En tienpo , estube estudiando detenidamente las fotos posteadas (las dos caras) y pude verificar que ese diseño difere un poco del que jo aporte en  post#2 donde hay un grupo de 8 diodos varicaps responsable por lo ayuste de frequenzia del VCO y 2 diodos varicaps responsable por la modulación FM propriamente dicha.
Ya por lo que veo en las fotos posteadas por Don Linp , en ese diseño hay solamente 8 diodos varicaps responsable por la sintonia del VCO y NO hay los 2 diodos varicaps responsables por hacer la modulacion FM .
Fue hecho una mesclagen del audio entrante con la tensión de sintonia , eso funciona , peeeero jo personalmente no me guta.
Ese capacitor electrolictico que fue sacado en realidad molesta la respuesta en frequenzia de la malla de lazo , tornandoa muy inestable , o sea en realidade esa malla de lazo estabas autooscilando en baja frequenzia y tornando totalmente inestable la frequenzia de la portadora deseada.
Haora lo que si puede hacer es tentar al azar un otro valor capacitivo ( naturalmente ese mucho mas bajo )de modo a NO inestabilizar la malla de lazo y mejorar la calida de respuesta de audio modulada.
! Suerte!.
Att,
Daniel Lopes.


----------



## LinP (Mar 23, 2019)

Hola de nuevo.

Ante todo daros las gracias a todos por la ayuda.

Daniel, estuve mirando los enlaces del Post#2 pero existían algunas diferencias y no pude llegar a una conclusión.

Ahora estaba comprobando el funcionamiento y es cierto que el sonido lo notaba algo apagado, nítido pero pobre en respuesta.

Siguiendo tu consejo he probado con varios condensadores al azar, de mayor a menor hasta que curiosamente uno de 2,2uF ha resultado ser el bueno. Ha recuperado ganancia de entrada y la respuesta en audio ha mejorado muchísimo!

Lo cierto es que este kit viene con muy poca documentación, solamente una fotocopia de la placa y los valores de cada componente.  No me extrañaría que hubiese algún error ya que es un diseño que ha sido retocado muchísimo en estos años.

Mañana lo probaré más a fondo pero en principio han desaparecido los problemas de oscilación y se puede decir que suena bien.

Le he tenido que dedicar bastantes horas pero ha merecido la pena!
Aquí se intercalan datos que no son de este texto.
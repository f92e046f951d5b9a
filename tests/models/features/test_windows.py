"""Centred-window machinery: geometry in minutes, truncation at the ends, masked statistics."""

from __future__ import annotations

import numpy as np
import pytest

from models.features.windows import (
    CentredWindows,
    half_width_epochs,
    rolling_mean_var,
    window_bounds,
    window_counts,
)


def _counts(n: int, seed: int, *, missing: bool = True) -> np.ndarray:
    """Sleep-like counts: mostly zeros, ties, a few bursts; optional missing epochs (NaN)."""
    rng = np.random.default_rng(seed)
    x = rng.poisson(4, n) * (rng.random(n) < 0.35) + rng.poisson(80, n) * (rng.random(n) < 0.03)
    x = x.astype(float)
    if missing:
        x[rng.choice(n, size=n // 15, replace=False)] = np.nan
    return x


def _window(x: np.ndarray, i: int, h: int) -> np.ndarray:
    """Observed values of the truncated window around epoch i (plain slicing)."""
    w = x[max(0, i - h):i + h + 1]
    return w[~np.isnan(w)]


@pytest.mark.parametrize(("minutes", "epoch_seconds", "n_epochs"), [
    (10, 30, 21), (30, 30, 61), (60, 30, 121), (90, 30, 181),  # the default windows at 30 s
    (10, 15, 41), (90, 15, 361), (10, 60, 11), (90, 60, 91),
])
def test_half_width_epochs_spans_the_same_minutes(minutes, epoch_seconds, n_epochs):
    # hand computation: span of (n_epochs - 1) epochs = minutes
    assert 2 * half_width_epochs(minutes, epoch_seconds) + 1 == n_epochs


def test_window_bounds_truncate_at_the_ends():
    lo, hi = window_bounds(5, 2)
    assert lo.tolist() == [0, 0, 0, 1, 2]
    assert hi.tolist() == [2, 3, 4, 4, 4]


def test_window_counts_equal_plain_sums():
    mask = _counts(300, 1) > 0
    counts = window_counts(mask, 7)
    assert counts.tolist() == [int(mask[max(0, i - 7):i + 8].sum()) for i in range(300)]


@pytest.mark.parametrize("h", [1, 10, 30])
def test_centred_windows_statistics_match_numpy(h):
    x = np.log1p(_counts(250, 2))
    w = CentredWindows(x, h)
    for i in range(0, 250, 7):
        obs = _window(x, i, h)
        assert w.n_observed[i] == obs.size
        if obs.size == 0:
            assert np.isnan(w.mean[i])
            continue
        # numpy is the reference: mean, population variance, min, max, percentiles ('linear')
        np.testing.assert_allclose(w.mean[i], np.mean(obs), rtol=1e-12, atol=1e-14)
        np.testing.assert_allclose(w.variance(ddof=0)[i], np.var(obs), rtol=1e-10, atol=1e-14)
        assert w.minimum[i] == obs.min() and w.maximum[i] == obs.max()
        for q in (0.0, 0.1, 0.25, 0.5, 0.75, 0.9, 1.0):
            np.testing.assert_allclose(w.quantile(q)[i], np.percentile(obs, 100 * q), rtol=1e-12, atol=1e-14)


def test_centred_windows_constant_rows_have_exact_zero_deviation():
    w = CentredWindows(np.full(40, np.log1p(7.0)), 5)
    assert w.is_constant.all()
    assert np.all(w.deviations == 0.0) and np.all(w.variance(ddof=1) == 0.0)


def test_centred_windows_all_missing_window_is_nan():
    x = np.zeros(30)
    x[10:25] = np.nan
    w = CentredWindows(x, 2)
    assert w.n_observed[17] == 0 and np.isnan(w.mean[17]) and np.isnan(w.quantile(0.5)[17])
    assert not w.is_constant[17]


def test_rolling_mean_var_matches_numpy_with_missing_values():
    x = _counts(120, 3)
    mean, var = rolling_mean_var(x, 10)
    assert mean.shape == var.shape == (111,)
    for i in range(111):
        obs = x[i:i + 10][~np.isnan(x[i:i + 10])]
        # numpy reference: mean, sample variance (ddof=1) of the observed values
        np.testing.assert_allclose(mean[i], obs.mean() if obs.size else np.nan, rtol=1e-12)
        np.testing.assert_allclose(var[i], obs.var(ddof=1) if obs.size > 1 else np.nan, rtol=1e-10, atol=1e-12)
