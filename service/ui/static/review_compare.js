// The analyst's view of a night with both reviews in: each review's scoring under the figure, the
// epochs where they differ highlighted, their parameters side by side (computed by the service),
// and the ways to settle the night: accept one review, or store the analyst's own marks.
"use strict";
(function () {
  const $ = function (id) { return document.getElementById(id); };
  const when = function (iso) { return window.NightbankReviewTime(iso); };

  function fmt(v, digits) { return Number.isFinite(v) ? v.toFixed(digits === undefined ? 1 : digits) : "–"; }

  window.NightbankReviewCompare = function (page) {
    const box = $("compare");
    if (!box || box.getAttribute("data-ready")) return;
    box.setAttribute("data-ready", "1");
    const a = page.reviews[0], b = page.reviews[1], d = page.discrepancy;
    const pa = d.parameters_a || a.parameters || {}, pb = d.parameters_b || b.parameters || {};
    const diff = d.parameter_differences || {};

    const short = function (name) { return name.length > 12 ? name.slice(0, 11) + "…" : name; };
    page.figure.addStrip("review-a", "1st " + short(a.reviewer), a.labels);
    page.figure.addStrip("review-b", "2nd " + short(b.reviewer), b.labels);
    page.figure.setHighlights(d.differing_intervals || []);

    $("compare-a").textContent = "First review (" + a.reviewer + ")";
    $("compare-b").textContent = "Second review (" + b.reviewer + ")";
    document.querySelectorAll("#compare-parameters tbody tr").forEach(function (row) {
      const name = row.getAttribute("data-parameter");
      row.querySelector(".a").textContent = fmt(pa[name]);
      row.querySelector(".b").textContent = fmt(pb[name]);
      const delta = diff[name];
      row.querySelector(".diff").textContent = Number.isFinite(delta) ? (delta > 0 ? "+" : "") + fmt(delta) : "–";
      row.classList.toggle("differs", Number.isFinite(delta) && delta !== 0);
    });
    const kappa = Number.isFinite(d.kappa) ? "; Cohen's kappa between the two " + fmt(d.kappa, 2) : "";
    $("compare-summary").textContent = d.epochs_differing + " of " + d.epochs_compared +
      " epochs judged by both reviewers differ (highlighted in the figure, " +
      (d.differing_intervals || []).length + " stretch" + ((d.differing_intervals || []).length === 1 ? "" : "es") +
      ")" + kappa + ".";
    $("accept-a").textContent = "Accept " + a.reviewer + "'s review";
    $("accept-b").textContent = "Accept " + b.reviewer + "'s review";

    const choice = $("base-choice");
    [["model", "the model's calls (a review)"], ["review-a", a.reviewer + "'s review"],
      ["review-b", b.reviewer + "'s review"]].forEach(function (pair) {
      const option = document.createElement("option");
      option.value = pair[0];
      option.textContent = pair[1];
      choice.appendChild(option);
    });
    $("base-choice-box").hidden = false;
    choice.addEventListener("change", function () {
      const labels = choice.value === "review-a" ? a.labels : choice.value === "review-b" ? b.labels : null;
      page.setBase(choice.value, labels || page.data.context.calls);
    });
    box.hidden = false;
    if (page.correction) {
      $("adjudication-status").textContent = "A correction is stored (by " + page.correction.adjudicated_by + " at " +
        when(page.correction.adjudicated_at) + "); storing another replaces it.";
    }

    const status = $("adjudication-status");
    function settle(body) {
      const name = $("adjudicator-name").value.trim();
      if (!name) { status.textContent = "Give your name first."; return; }
      body.reviewer = name;
      body.note = $("adjudication-note").value.trim() || null;
      box.querySelectorAll("button").forEach(function (button) { button.disabled = true; });
      status.textContent = "Storing the correction…";
      page.send(page.data.urls.adjudication, body).then(function (stored) {
        const c = stored.correction || {};
        status.textContent = "Correction stored by " + c.adjudicated_by + " at " + when(c.adjudicated_at) +
          (body.accept ? " (review " + body.accept + " accepted)" : " (your marks)") + ".";
        status.setAttribute("data-state", "stored");
        $("review-state").textContent = String(stored.status || "adjudicated").replace("_", " ");
        box.querySelectorAll("button").forEach(function (button) { button.disabled = false; });
      }).catch(function (err) {
        box.querySelectorAll("button").forEach(function (button) { button.disabled = false; });
        status.textContent = "Not stored: " + err.message;
        status.setAttribute("data-state", "failed");
      });
    }
    $("accept-a").addEventListener("click", function () { settle({ accept: a.review_id }); });
    $("accept-b").addEventListener("click", function () { settle({ accept: b.review_id }); });
    $("adjudicate-marks").addEventListener("click", function () {
      if (choice.value === "model" && !page.markCount()) {
        status.textContent = "Choose a review under \"Marks change\" or make marks first.";
        return;
      }
      const body = page.reviewBody();
      delete body.reviewer;
      settle(body);
    });
  };
})();
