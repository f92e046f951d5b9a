"""Feature sources: one contract run against every implementation (the in-memory cache, precomputed features)."""

from __future__ import annotations

import pickle

import numpy as np
import pandas as pd
import pytest
from factories import make_night

from models.features.cache import FeatureCache
from models.features.matrix import FeatureConfig, FeatureMatrix, compute_features
from models.features.source import FeatureSource, PrecomputedFeatures, night_features
from models.nights.night import Night

CONFIG = FeatureConfig(families=("summary",))
SOURCES = {"cache": FeatureCache, "precomputed": PrecomputedFeatures}


@pytest.fixture(params=sorted(SOURCES))
def source(request: pytest.FixtureRequest) -> FeatureSource:
    return SOURCES[request.param]()


def _in_bed_from(night: Night, lights_off_epoch: int) -> Night:
    return Night(participant_id=night.participant_id, start=night.start, epoch_seconds=night.epoch_seconds,
                 counts=night.counts, reference=night.reference,
                 lights_off=night.start + pd.Timedelta(seconds=night.epoch_seconds * lights_off_epoch))


def test_night_features_are_whole_night_features_with_the_in_bed_lights() -> None:
    night = _in_bed_from(make_night(200, seed=4), 20)
    # reference: compute_features called directly with the lights-off epoch (common practice)
    expected = compute_features(night.counts, 30, config=CONFIG, lights_off_epoch=20, lights_on_epoch=200)
    got = night_features(night, CONFIG)
    np.testing.assert_array_equal(got.values, expected.values)
    assert (got.names, got.version) == (expected.names, CONFIG.version_for(30))


def test_a_miss_is_computed_once_and_kept(source: FeatureSource) -> None:
    night = make_night(160, seed=5)
    assert source.lookup(night, CONFIG) is None
    first = source.features(night, CONFIG)
    np.testing.assert_array_equal(first.values, night_features(night, CONFIG).values)
    assert source.lookup(night, CONFIG) is first and source.features(night, CONFIG) is first


def test_another_feature_set_or_other_lights_are_a_miss(source: FeatureSource) -> None:
    night = make_night(160, seed=6)
    source.features(night, CONFIG)
    assert source.lookup(night, FeatureConfig()) is None
    assert source.lookup(_in_bed_from(night, 10), CONFIG) is None  # content hash covers lights-off


def test_features_of_keeps_order_and_does_not_depend_on_n_jobs(source: FeatureSource) -> None:
    nights = [make_night(120 + 10 * k, seed=k) for k in range(4)]
    cached = source.features(nights[2], CONFIG)
    got = list(source.features_of(nights, CONFIG, n_jobs=2))
    assert got[2] is cached
    for night, features in zip(nights, got, strict=True):
        np.testing.assert_array_equal(features.values, night_features(night, CONFIG).values)
        assert source.lookup(night, CONFIG) is features


def test_precomputed_features_answer_from_their_mapping_and_pickle() -> None:
    night = make_night(120, seed=7)
    real = night_features(night, CONFIG)
    stored = FeatureMatrix(np.zeros_like(real.values), real.names, real.version)  # recognisably not computed
    source = PrecomputedFeatures({night.content_hash: stored})
    assert source.features(night, CONFIG) is stored and len(source) == 1
    other = make_night(120, seed=8)
    source.features(other, CONFIG)
    restored = pickle.loads(pickle.dumps(source))  # e.g. sent along with a training task
    assert len(restored) == 2
    np.testing.assert_array_equal(restored.lookup(night, CONFIG).values, stored.values)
Muy agradecido por vuestra ayuda.

Saludos
Julián


----------



## Daniel Lopes (Mar 23, 2019)

LinP dijo:


> Hola de nuevo.
> 
> Ante todo daros las gracias a todos por la ayuda.
> 
> ...


Otra dica : vouelva nuevamente  lo capacitor electrolictico de 47uF a la tarjeta  , saque lo cuarto (4) resistor ( ese de cuerpo azur con colores amarillo , violeta , negro , rojo , café) contando de bajo para riba ( ese resistor estas abajo del inductor de 22uH) y ustedes comeza a contar a partir del capacitor "fatidico" de  47uF .
Canbie ese resistor sacado por un preset de 100Kohmios o de valor major aun y ayuste el al azar de modo a NO inestabilizar la malla de lazo , en seguida teste la calidad del audio modulado .
Despues saque lo preset de la tarjeta , mida el com tu polimetro y canbie el por un resistor fijo de valor ohmico mas aproximado que possible  for .
!Suerte!.
Att,
Daniel Lopes.


----------



## LinP (Mar 24, 2019)

Daniel Lopes dijo:


> Otra dica : vouelva nuevamente  lo capacitor electrolictico de 47uF a la tarjeta  , saque lo cuarto (4) resistor ( ese de cuerpo azur con colores amarillo , violeta , negro , rojo , café) contando de bajo para riba ( ese resistor estas abajo del inductor de 22uH) y ustedes comeza a contar a partir del capacitor "fatidico" de  47uF .
> Canbie ese resistor sacado por un preset de 100Kohmios o de valor major aun y ayuste el al azar de modo a NO inestabilizar la malla de lazo , en seguida teste la calidad del audio modulado .
> Despues saque lo preset de la tarjeta , mida el com tu polimetro y canbie el por un resistor fijo de valor ohmico mas aproximado que possible  for .
> !Suerte!.
> ...


Hola Daniel.

Resuelto!!!

He vuelto a colocar el condensador de 47uF y con un trimmer provisional he ido ajustando hasta que se ha estabilizado el lazo y efectivamente, se ha corregido a unos 68K. 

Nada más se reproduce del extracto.